At 51, New York Times reporter Patricia Cohen has hit the ubiquitous halfway point for age. But instead of getting older quietly, Cohen decided to write a biography of middle age in her first book, In Our Prime: The Invention of Middle Age (Scribner). She starts at the beginning, roughly a century ago, when middle age first made an appearance; before that time, you were considered a child, an adult or elderly. In 245 richly chronicled pages, Cohen delves into the social, historical and emotional aspects of the term “middle age.”
Our Town: What made you decide to write the book?
Patricia Cohen: Partly, it was reaching middle age myself—and I have always been interested in history. Since family structures and social traditions have eased so much in our age, I wanted to compare them to previous ones.
It’s amazing how deep you go. How did you find your historical starting point?
There have been historic studies of childhood and teenagers; adolescence was invented in the same period as middle age. Part of what I did was look back at how those writers went about doing their histories and I used evidence they were using as a sort of guide. Middle age is relatively recent invention, only going back a couple hundred years.
What surprised you the most in your research?
I think that even though it seems like a law of nature that has always been there, middle age is such a new idea. Most people think that middle age goes back before the 19th century. I think people find it surprising that it’s a relatively modern complex that started to take form in the industrial era.
Many people hit their prime in their forties and fifties. Do you feel this is true in your case?
I have one son and I had him when I was 40 years old. It’s kind of hard to feel middle-aged when you are changing diapers and looking into preschools. [On a professional level] this is my first book, so I guess that goes along with the idea that you can discover things and do things in middle age, though I feel like I am a late bloomer with that as well.

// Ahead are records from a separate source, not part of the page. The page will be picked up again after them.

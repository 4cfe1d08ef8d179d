// Server code only (see db/writes/reports.ts for why there is no `import "server-only"`).
import type { Knex } from "knex";
import { writeAudit } from "@/db/audit";
import { NotFoundError } from "@/db/errors";
import { newId } from "@/db/ids";
import { hashShareToken, newShareToken, type ShareLink } from "@/db/queries/share-links";

/** Writes of a report's share links, each one transaction with its audit row. */

type Conn = Knex | Knex.Transaction;

const DAY_MS = 24 * 60 * 60 * 1000;

/** A new read-only link to the report; the token is returned once (only its SHA-256 is stored). */
export async function createShareLink(
  conn: Conn,
  p: { reportId: string; teamId: string; userId: string; expiresInDays: number; reason?: string; now?: number },
): Promise<{ link: ShareLink; token: string }> {
  const now = p.now ?? Date.now();
  const token = newShareToken();
  const id = newId();
  const expiresAt = now + p.expiresInDays * DAY_MS;
  const createdByName = await conn.transaction(async (trx) => {
    if (!(await trx("reports").where({ id: p.reportId, team_id: p.teamId }).first("id"))) throw new NotFoundError("Report");
    await trx("share_links").insert({
      id,
      report_id: p.reportId,
      token_hash: hashShareToken(token),
      created_by: p.userId,
      created_at: now,
      expires_at: expiresAt,
      revoked_at: null,
      last_used_at: null,
    });
    await writeAudit(trx, {
      teamId: p.teamId,
      userId: p.userId,
      action: "share_link.create",
      entityType: "share_link",
      entityId: id,
      detail: { reportId: p.reportId, expiresAt, ...(p.reason ? { reason: p.reason } : {}) },
      at: now,
    });
    const user = await trx("users").where({ id: p.userId }).first("name");
    return (user?.name as string | undefined) ?? null;
  });
  return {
    token,
    link: { id, reportId: p.reportId, createdAt: now, createdByName, expiresAt, revokedAt: null, lastUsedAt: null, status: "active" },
  };
}

/** Revoke a link of the report (NotFoundError when the report has no such link). Revoking twice is harmless. */
export async function revokeShareLink(conn: Conn, p: { reportId: string; linkId: string; teamId: string; userId: string }): Promise<void> {
  await conn.transaction(async (trx) => {
    const row = await trx("share_links as s")
      .join("reports as r", "r.id", "s.report_id")
      .where({ "s.id": p.linkId, "s.report_id": p.reportId, "r.team_id": p.teamId })
      .first("s.id", "s.revoked_at");
    if (!row) throw new NotFoundError("Share link");
    if (row.revoked_at === null) {
      const now = Date.now();
      await trx("share_links").where({ id: p.linkId }).update({ revoked_at: now });
      await writeAudit(trx, {
        teamId: p.teamId,
        userId: p.userId,
        action: "share_link.revoke",
        entityType: "share_link",
        entityId: p.linkId,
        detail: { reportId: p.reportId },
        at: now,
      });
    }
  });
}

I like that you said middle age is becoming more of a starting point than a middle point. Do you think this idea will ever be the popular opinion?
I don’t know. It’s hard to imagine to some degree, given our obsession with youth, but as life spans increase and social opinions change, it’s possible people will view middle age differently. America is the most youth-obsessed culture in the world, which is the greatest handicap that we associate with middle age. Social changes don’t happen over night. There has been some progress made, as I talk about in the book.
How would you suggest one fight the Midlife Industrial Complex, as you describe it?
That’s really tough. I think that part of what I was looking at was the difficulty of balancing the positive side of self-help with the burden of trying to improve yourself so much that it becomes oppressive. I wanted to remind people that middle age is a story that we tell about ourselves and to remember it’s not a fixed law of nature but more of a cultural fiction. Because it’s a story we tell about ourselves, it’s a story we have the ability to change.